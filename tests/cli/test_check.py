"""fieldsill check: what it finds, what it refuses, and that it leaves nothing behind."""

from __future__ import annotations

import gzip
import json
import shutil
from pathlib import Path

import pytest

from monitor.calfile import load_chain
from monitor.checks import Finding, findings
from monitor.cli import main
from monitor.config import load_site

EXAMPLES = Path(__file__).parents[2] / "hardware" / "examples"
SITE = "level-series-site.toml"
CALIBRATION = "level-series-calibration.toml"
NS_PER_DAY = 86_400_000_000_000
NOW_NS = 1_790_000_000_000_000_000
"""In September 2026."""


@pytest.fixture
def folder(tmp_path: Path) -> Path:
    """The example of a recorded level series, with a series to go with it."""
    for name in (SITE, CALIBRATION):
        shutil.copy(EXAMPLES / name, tmp_path)
    with gzip.open(tmp_path / "levels.csv.gz", "wt", encoding="utf-8") as series:
        series.write("time,rsl\n2026-03-01 00:00:00,-40.565\n2026-03-01 00:01:00,-40.594\n")
    return tmp_path


def change(path: Path, old: str, new: str) -> None:
    """Replace a text in a file; it must be there."""
    text = path.read_text(encoding="utf-8")
    assert old in text
    path.write_text(text.replace(old, new, 1), encoding="utf-8")


def run(*arguments: str) -> int:
    """The exit code of fieldsill check with those arguments."""
    with pytest.raises(SystemExit) as ended:
        main(["check", *arguments])
    return int(ended.value.code or 0)


def files(folder: Path) -> dict[str, bytes]:
    return {str(path): path.read_bytes() for path in folder.rglob("*") if path.is_file()}


def test_a_site_that_runs(folder: Path, capsys: pytest.CaptureFixture[str]) -> None:
    before = files(folder)
    assert run("--site", str(folder / SITE)) == 0
    out = capsys.readouterr().out
    assert "Link level, recorded, public; readings are real" in out
    assert "18 GHz to 18.2 GHz, 1 of 3 axes; a component only" in out
    assert "undeclared: nothing will ever conform" in out
    assert "level: -90.0 to -15.0 dBm" in out
    assert files(folder) == before


def test_the_same_as_one_document(folder: Path, capsys: pytest.CaptureFixture[str]) -> None:
    assert run("--site", str(folder / SITE), "--json") == 0
    document = json.loads(capsys.readouterr().out)
    assert document["site"] == str(folder / SITE)
    assert document["runs"] is True
    assert document["ok"] is False
    assert {"where", "text", "ok"} == set(document["findings"][0])
    noted = [row["where"] for row in document["findings"] if not row["ok"]]
    assert {"site.field_region", "band", "limits"} <= set(noted)


def test_limits_that_rest_on_memory_are_noted(
    folder: Path, capsys: pytest.CaptureFixture[str]
) -> None:
    assert run("--site", str(folder / SITE), "--json") == 0
    rows = json.loads(capsys.readouterr().out)["findings"]
    limits = [row["text"] for row in rows if row["where"] == "limits"]
    assert len(limits) == 6
    remembered = [text for text in limits if "from memory" in text]
    assert len(remembered) == 1
    assert remembered[0].startswith("icnirp-2020: occupational, whole_body, 1800 s")


@pytest.mark.parametrize(
    ("days", "words", "ok"),
    [(-1, "overdue, was due 2027-02-01", False), (30, "in 30 days", False), (61, "due 2027", True)],
)
def test_calibration_due_and_overdue(folder: Path, days: int, words: str, ok: bool) -> None:
    site = load_site(folder / SITE)
    due = load_chain(site.calibration, site.channels, site.bands).due_utc_ns
    assert due is not None
    found = [f for f in findings(site, due - days * NS_PER_DAY, lambda _: []) if "due" in f.text]
    assert len(found) == 1
    assert words in found[0].text
    assert found[0].ok is ok


def test_what_limits_a_verdict_is_noted(folder: Path) -> None:
    change(folder / CALIBRATION, 'averages = "power"', 'averages = "log"')
    change(folder / CALIBRATION, "value = 2.0", "value = 5.0")
    change(folder / SITE, '"undeclared"', '"reactive_near"')
    notes = [f.text for f in findings(load_site(folder / SITE), NOW_NS, lambda _: []) if not f.ok]
    assert any("averages logs" in text for text in notes)
    assert any("above 4 dB nothing will conform" in text for text in notes)
    assert any("no verdict from E alone" in text for text in notes)
    assert any("range ends at" in text for text in notes)


def test_an_alert_beyond_the_detectors_range_is_noted(folder: Path) -> None:
    """It can never be raised: somebody would wait for it in vain."""

    def alert() -> Finding:
        found = findings(load_site(folder / SITE), NOW_NS, lambda _: [])
        return next(f for f in found if f.where == "alert")

    change(folder / SITE, "ratio = 0.1\nreturns_at = 0.08", "ratio = 1e-6\nreturns_at = 8e-7")
    assert alert().ok
    change(folder / SITE, "ratio = 1e-6\nreturns_at = 8e-7", "ratio = 1e6\nreturns_at = 8e5")
    assert not alert().ok
    assert "in 6 of them the detector's range ends below that: never raised there" in alert().text


def test_terms_that_nobody_wrote_are_named(folder: Path) -> None:
    site = load_site(folder / SITE)
    assert not [f for f in findings(site, NOW_NS, lambda _: []) if "assumed" in f.text]
    change(folder / CALIBRATION, 'kind = "drift"', "")
    change(folder / CALIBRATION, 'kind = "near_field"', "")
    (found,) = [f for f in findings(site, NOW_NS, lambda _: []) if "assumed" in f.text]
    assert "nobody has confirmed: near_field, drift; nothing will conform" in found.text
    assert not found.ok


def test_the_element_that_is_due_is_named(folder: Path) -> None:
    change(folder / CALIBRATION, 'serial = "waveguide"', 'serial = "waveguide"\ndue = 2026-08-31')
    texts = [f.text for f in findings(load_site(folder / SITE), NOW_NS, lambda _: [])]
    assert "overdue, was due 2026-08-31 (cable waveguide): nothing will conform" in texts


def test_a_survey_stands_for_the_other_axes(folder: Path) -> None:
    change(folder / SITE, 'polarisation = "undeclared"', 'polarisation = "survey"')
    found = list(findings(load_site(folder / SITE), NOW_NS, lambda _: []))
    (band,) = [f for f in found if f.where == "band"]
    assert band.text.endswith("1 of 3 axes; a survey stands for the others")
    assert band.ok
    assert any("nobody has confirmed: polarisation;" in f.text for f in found)


@pytest.mark.parametrize(
    ("name", "old", "new", "code", "words"),
    [
        (
            SITE,
            'low = "18GHz"',
            'low = "17GHz"',
            2,
            "element[1].table: antenna serial number covers",
        ),
        (
            SITE,
            "hold_s = 60",
            "hold = 60",
            2,
            "site.toml: sensor.hold_s: missing; did you mean hold_s by hold?",
        ),
        (
            SITE,
            "occupancy",
            "ocupancy",
            2,
            "site.occupancy: missing; did you mean occupancy by ocupancy?",
        ),
        (SITE, 'occupancy = "public"', "", 2, "site.occupancy: missing; add occupancy = ..."),
        (CALIBRATION, "date = 2024", "date = 2084", 2, "due"),
        (CALIBRATION, "2024-02-01\ndue = 2027", "2084-02-01\ndue = 2085", 2, "look at the date"),
        (CALIBRATION, "invented = true", "invented = 1", 2, "calibration.invented: 1 is neither"),
        (SITE, "[silence]", "[silense]", 2, "silense: unknown key; did you mean silence?"),
        (SITE, 'pace = "full"', 'speed = "full"', 2, "sensor.speed: unknown key"),
        (SITE, '"icnirp-2020"', '"icnirp-2021"', 2, "'icnirp-2021' is not known; known: "),
        (SITE, '"fcc-1.1310"', '"icnirp-1998"', 2, "icnirp-1998 has no limit for a field strength"),
        (SITE, "ratio = 0.1", 'scope = "brief"\nratio = 0.1', 2, "a tenth of a limit"),
        (SITE, "levels.csv", "level.csv", 3, "sensor.file: "),
        (SITE, CALIBRATION, "none.toml", 3, "none.toml: the calibration file cannot be read"),
        (SITE, "resolution = 0.001", "resolution = 0.01", 2, "sensor.resolution: 0.01 differs"),
        (CALIBRATION, "0.9]]", "-0.9]]", 2, "element[2].table: a loss of -0.9 dB"),
    ],
)
def test_one_line_and_nothing_written(
    folder: Path,
    capsys: pytest.CaptureFixture[str],
    name: str,
    old: str,
    new: str,
    code: int,
    words: str,
) -> None:
    change(folder / name, old, new)
    before = files(folder)
    assert run("--site", str(folder / SITE)) == code
    said = capsys.readouterr()
    assert words in said.err
    assert said.err.count("\n") == 1
    assert said.out == ""
    assert files(folder) == before


def test_the_site_of_the_environment(
    folder: Path, capsys: pytest.CaptureFixture[str], monkeypatch: pytest.MonkeyPatch
) -> None:
    monkeypatch.setenv("FIELDSILL_SITE", str(folder / "no.toml"))
    assert run() == 2
    assert "no site file" in capsys.readouterr().err
    monkeypatch.setenv("FIELDSILL_SITE", str(folder / SITE))
    assert run() == 0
========
Work to complete
In how many lines of the material does the word "gzip" appear? Respond with the number only.

Your solution
2